Shoot in RAW files. Edit them in Photoshop with the RAW menu (it will open automatically when you load the image into photoshop). Since you shoot Nikon (if your camera has the ability to shoot RAW files) it will be coded NEF RAW. In my opinion the RAW menu of Photoshop is by far the most powerful tool available on that software. I use Photoshop CS4 the Master Extended Version. Its pretty sweet. If you happen to be a college student, or know one, college book stores have the student version of CS4 for pretty cheap.


----------



## adc77 (Jul 23, 2009)

right now on my computer i have the nikon view nx , picasa ,and gimp.  This camera does not seem to shoot in raw.  i was just reading a article about this and was not sure how important it was to me. what i got from it was that raw gave you the ability to correct a wider range of problems.  i'm not sure i have the ability to do major manual corrections at this point anyway.   and as much as i would like a camera that had more room for me to grow in to, i think i have to keep a leash on this one.  after getting into fly fishing i don"t think my marriage can handle any more expensive or time consuming hobbies.  i did find some good tips just searching the web as well.
                          http://www.midcurrent.com/articles/gear/matthews_phototips.aspx
                             and 
http://www.fieldandstream.com/photos/gallery/fishing/bass-fishing/where-fish-bass/2009/06/beginners-guide-better-fishing-photograp

     thanks for the help guys


----------



## Yoreese (Oct 15, 2009)

That camera only shoots JPG's and that is fine, there are many magazine covers that were shot and submitted as JPG. More than anything if you don't already have a good handle on exposure and how to accomplish a good one get a photography book or read on the internet. That will help you more than anything. Digital is very user friendly compared to film as you can check your exposure immediately with the histogram. I'm sure the Nikon P100 will let you preview the image and show the histogram and maybe even make over exposed highlights blink.


----------



## adc77 (Jul 23, 2009)

thanks for the pointers. i have been focusing on learning the camera first. no pun intended. i did get out dock light fishing last week and played with it for a while before it got dark.  out of eighty some shots i think i kept three. lol


----------



## skinny_water (Jun 11, 2008)

Don't be upset at the averages of pics good/bad. Some people ask how many pics I take on a trip, which on a good one ends up being around 300 or so. I keep 10, lol.


----------



## paint it black (Nov 3, 2007)

Another thing, when shooting a pic, try to make sure the horizon is straight.
A crooked horizon is an eyesore.


----------



## HighSide25 (May 15, 2007)

> Another thing, when shooting a pic, try to make sure the horizon is straight.
> A crooked horizon is an eyesore.


if its a little crooked, it is an eyesore. if its intentianal, its artsy.

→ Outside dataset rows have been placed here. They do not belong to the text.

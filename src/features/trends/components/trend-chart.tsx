import { CartesianGrid, Legend, Line, LineChart, ReferenceArea, ReferenceLine, ResponsiveContainer, Tooltip, XAxis, YAxis } from 'recharts';
import { checkCatalog, type CheckKey } from '../../../../shared/calc/check-catalog';
import { convertForDisplay, type DisplayPreferences } from '../../../../shared/display';
import { formatStationTime } from '../../../../shared/station-time';
import type { TrendResponse } from '../api/get-trend';

const lineColours = ['var(--c-accent)', 'var(--c-ink)', 'var(--c-muted)', 'var(--c-focus)'];
const dashes = ['0', '6 3', '2 2', '8 2 2 2']; // told apart by dash as well as colour

export type ChartRow = { t: number } & Record<string, number>;

/** The column of a parameter's points outside the plausible range (their true value). */
export const outsideKey = (parameter: string) => `${parameter}~outside`;
/** The same points pinned to the edge of the scale, where they are drawn. */
const edgeKey = (parameter: string) => `${parameter}~edge`;

/**
 * Rows keyed by time with one column per parameter, in display units. A point outside the plausible
 * range goes in a column of its own, so one bad reading cannot stretch the axis.
 */
export function toRows(data: TrendResponse, prefs: DisplayPreferences): { rows: ChartRow[]; unit: string; outside: number } {
  const byTime = new Map<number, ChartRow>();
  let unit = '';
  let outside = 0;
  for (const series of data.series) {
    const quantity = checkCatalog[series.parameter as CheckKey].quantity;
    for (const p of series.points) {
      const t = p.t;
      const shown = convertForDisplay(p.v, quantity, prefs);
      unit = shown.unit;
      const row = byTime.get(t) ?? ({ t } as ChartRow);
      if (p.o) {
        row[outsideKey(series.parameter)] = shown.value;
        outside += 1;
      } else row[series.parameter] = shown.value;
      byTime.set(t, row);
    }
  }
  return { rows: [...byTime.values()].sort((a, b) => a.t - b.t), unit, outside };
}

/** The scale from plausible points only (from the others when there is nothing else to show). */
export function valueScale(rows: ChartRow[], parameters: string[]): { yMin: number; yMax: number } {
  const pick = (key: (p: string) => string) => rows.flatMap((r) => parameters.map((p) => r[key(p)]).filter((v): v is number => typeof v === 'number'));
  const plausible = pick((p) => p);
  const values = plausible.length ? plausible : pick(outsideKey);
  const span = Math.max(...values) - Math.min(...values) || Math.abs(values[0] ?? 1) * 0.1 || 1;
  return { yMin: Math.min(...values) - span * 0.08, yMax: Math.max(...values) + span * 0.08 };
}

/** A hollow diamond: the same mark the round list uses for "outside plausible range". */
function OutsideMark(props: { cx?: number; cy?: number; stroke?: string }) {
  const { cx, cy } = props;
  if (cx == null || cy == null) return null;
  return <path d={`M${cx},${cy - 6} L${cx + 6},${cy} L${cx},${cy + 6} L${cx - 6},${cy} Z`} fill="var(--c-panel)" stroke="var(--c-watch)" strokeWidth={2} />;
}

export function TrendChart({ data, prefs, parameters, timeZone }: { data: TrendResponse; prefs: DisplayPreferences; parameters: CheckKey[]; timeZone: string }) {
  const { rows, unit, outside } = toRows(data, prefs);
  const first = parameters[0]!;
  const quantity = checkCatalog[first].quantity;
  const shown = (v: number | null | undefined) => (v == null ? undefined : convertForDisplay(v, quantity, prefs).value);
  const { yMin, yMax } = valueScale(rows, parameters);
  for (const row of rows) {
    for (const p of parameters) {
      const value = row[outsideKey(p)];
      if (value !== undefined) row[edgeKey(p)] = Math.min(Math.max(value, yMin), yMax);
    }
  }
  const xMin = rows[0]?.t ?? 0;
  const xMax = rows.at(-1)?.t ?? 0;
  return (
    <div className="flex flex-col gap-1">
      <div className="h-96 w-full rounded-lg border border-line bg-panel p-2" role="img" aria-label={`Trend of ${parameters.map((p) => checkCatalog[p].label).join(', ')} in ${unit}`}>
        <ResponsiveContainer width="100%" height="100%">
          <LineChart data={rows} margin={{ top: 10, right: 20, bottom: 10, left: 10 }}>
            <CartesianGrid stroke="var(--c-line)" strokeOpacity={0.4} />
            <XAxis dataKey="t" type="number" domain={['dataMin', 'dataMax']} scale="time" tickFormatter={(t: number) => formatStationTime(t, timeZone).slice(5, 16)} stroke="var(--c-muted)" />
            <YAxis stroke="var(--c-muted)" label={{ value: unit, angle: -90, position: 'insideLeft', fill: 'var(--c-muted)' }} domain={[yMin, yMax]} tickFormatter={(v: number) => Number(v.toPrecision(3)).toString()} />
            <Tooltip
              labelFormatter={(t) => `${formatStationTime(Number(t), timeZone)} station time`}
              formatter={(v, _name, item) => {
                // A point drawn at the edge shows its true value.
                const key = String(item.dataKey ?? '');
                const real = key.endsWith('~edge') ? (item.payload as ChartRow)[outsideKey(key.slice(0, -'~edge'.length))] : Number(v);
                return `${Number(real).toFixed(3)} ${unit}${key.endsWith('~edge') ? ' (outside plausible range)' : ''}`;
              }}
              contentStyle={{ background: 'var(--c-panel)' }}
            />
            <Legend />
            {/* Limit bands of the first parameter, each over the period its version was in force,
                clamped to the plotted range so an off-scale limit never floods the chart. */}
            {data.limitBands.flatMap((band, i) => {
              const limits = band.bands[first];
              if (!limits) return [];
              const x1 = Math.max(Date.parse(band.from), xMin);
              const x2 = Math.min(Date.parse(band.to), xMax);
              if (!(x2 > x1)) return [];
              const zones: { key: string; lo: number | undefined; hi: number | undefined; colour: string; label?: string }[] = [
                { key: 'hw', lo: shown(limits.highWatch), hi: shown(limits.highAlarm), colour: 'var(--c-watch)', label: '▲ watch' },
                { key: 'ha', lo: shown(limits.highAlarm), hi: Infinity, colour: 'var(--c-alarm)', label: '◆ alarm' },
                { key: 'lw', lo: shown(limits.lowAlarm), hi: shown(limits.lowWatch), colour: 'var(--c-watch)', label: '▲ watch' },
                { key: 'la', lo: -Infinity, hi: shown(limits.lowAlarm), colour: 'var(--c-alarm)', label: '◆ alarm' },
              ];
              return zones.flatMap((z) => {
                const lo = Math.max(z.lo ?? (z.key === 'lw' ? -Infinity : NaN), yMin);
                const hi = Math.min(z.hi ?? (z.key === 'hw' ? Infinity : NaN), yMax);
                if (!(hi > lo)) return [];
                return [
                  <ReferenceArea key={`${z.key}${i}`} x1={x1} x2={x2} y1={lo} y2={hi} ifOverflow="hidden" fill={z.colour} fillOpacity={0.14} label={z.label ? { value: z.label, position: 'insideTopLeft', fill: z.colour, fontSize: 11 } : undefined} />,
                ];
              });
            })}
            {data.flags.map((flag) => (
              <ReferenceLine key={flag.id} x={Date.parse(flag.raisedAt)} stroke={flag.severity === 'alarm' ? 'var(--c-alarm)' : 'var(--c-watch)'} strokeDasharray="4 2" ifOverflow="hidden" label={{ value: flag.severity === 'alarm' ? '◆' : '▲', position: 'top' }} />
            ))}
            {parameters.map((p, i) => (
              <Line key={p} dataKey={p} name={checkCatalog[p].label} stroke={lineColours[i]} strokeDasharray={dashes[i]} dot={rows.length < 60} isAnimationActive={false} connectNulls />
            ))}
            {outside
              ? parameters.map((p) => (
                  <Line key={edgeKey(p)} dataKey={edgeKey(p)} name={`${checkCatalog[p].label} — outside plausible range`} stroke="var(--c-watch)" strokeWidth={0} dot={<OutsideMark />} activeDot={false} legendType="diamond" isAnimationActive={false} />
                ))
              : null}
          </LineChart>
        </ResponsiveContainer>
      </div>
      {outside ? (
        <p className="text-sm" data-testid="trend-outside-plausible">
          <span aria-hidden="true">◇ </span>
          {outside} {outside === 1 ? 'point lies' : 'points lie'} outside the unit’s plausible range: kept off the scale and drawn at its edge (hover for the value).
        </p>
      ) : null}
    </div>
  );
}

one of my favorites i did way off "horizon"


----------



## adc77 (Jul 23, 2009)

a little practice at Busch gardens.


----------



## adc77 (Jul 23, 2009)

and...


----------



## adc77 (Jul 23, 2009)

....


----------



## Yoreese (Oct 15, 2009)

> thanks for the pointers. i have been focusing on learning the camera first. no pun intended. i did get out dock light fishing last week and played with it for a while before it got dark.  out of eighty some shots i think i kept three. lol


This is actually pretty good, but like others have suggested do your best to level the horizon. If you goof and I do quite often you can fix it in software later. If you don't have software yet just go buy a copy of Photoshop Elements it will let you fix many things.


----------



## aaronshore (Aug 24, 2007)

That straighten tool in the Camera Raw menu is magic............LOL


----------



## Punkrawqer (Dec 26, 2009)

> thanks for the pointers. i have been focusing on learning the camera first. no pun intended. i did get out dock light fishing last week and played with it for a while before it got dark.  out of eighty some shots i think i kept three. lol


Nice pic of your ipb...how do you like the boat? I was thinking about getting one...


----------



## adc77 (Jul 23, 2009)

> > thanks for the pointers. i have been focusing on learning the camera first. no pun intended. i did get out dock light fishing last week and played with it for a while before it got dark.  out of eighty some shots i think i kept three. lol
> 
> 
> Nice pic of your ipb...how do you like the boat? I was thinking about getting one...


i love it.. simple, shallow,stable, and quiet. it does what it was intended to do. now if you run a lot of deep open water to get to your fishing grounds you will be limited to the days with low winds.


----------



## Canoeman (Jul 23, 2008)

I'll offer up 3 things:

Keep your horizon straight
Lose the fish gripper in the pics
Learn to use the fill flash feature

Your pics will look great.


----------



## [email protected] (Sep 12, 2009)

More important than having a straight horizon line, for me, is not to let the horizon run through the middle of the photo. Google the Rule of Thirds, and try to keep that in mind when shooting. I still use a grid screen just for this purpose. I think the slightly off-kilter horizon in the photo adds to the feeling of being on the water; it's not enough off-kilter to be objectionable to me.


----------



## adc77 (Jul 23, 2009)

thanks for all the tips. i have a little trip coming up and i should get plenty of practice.


----------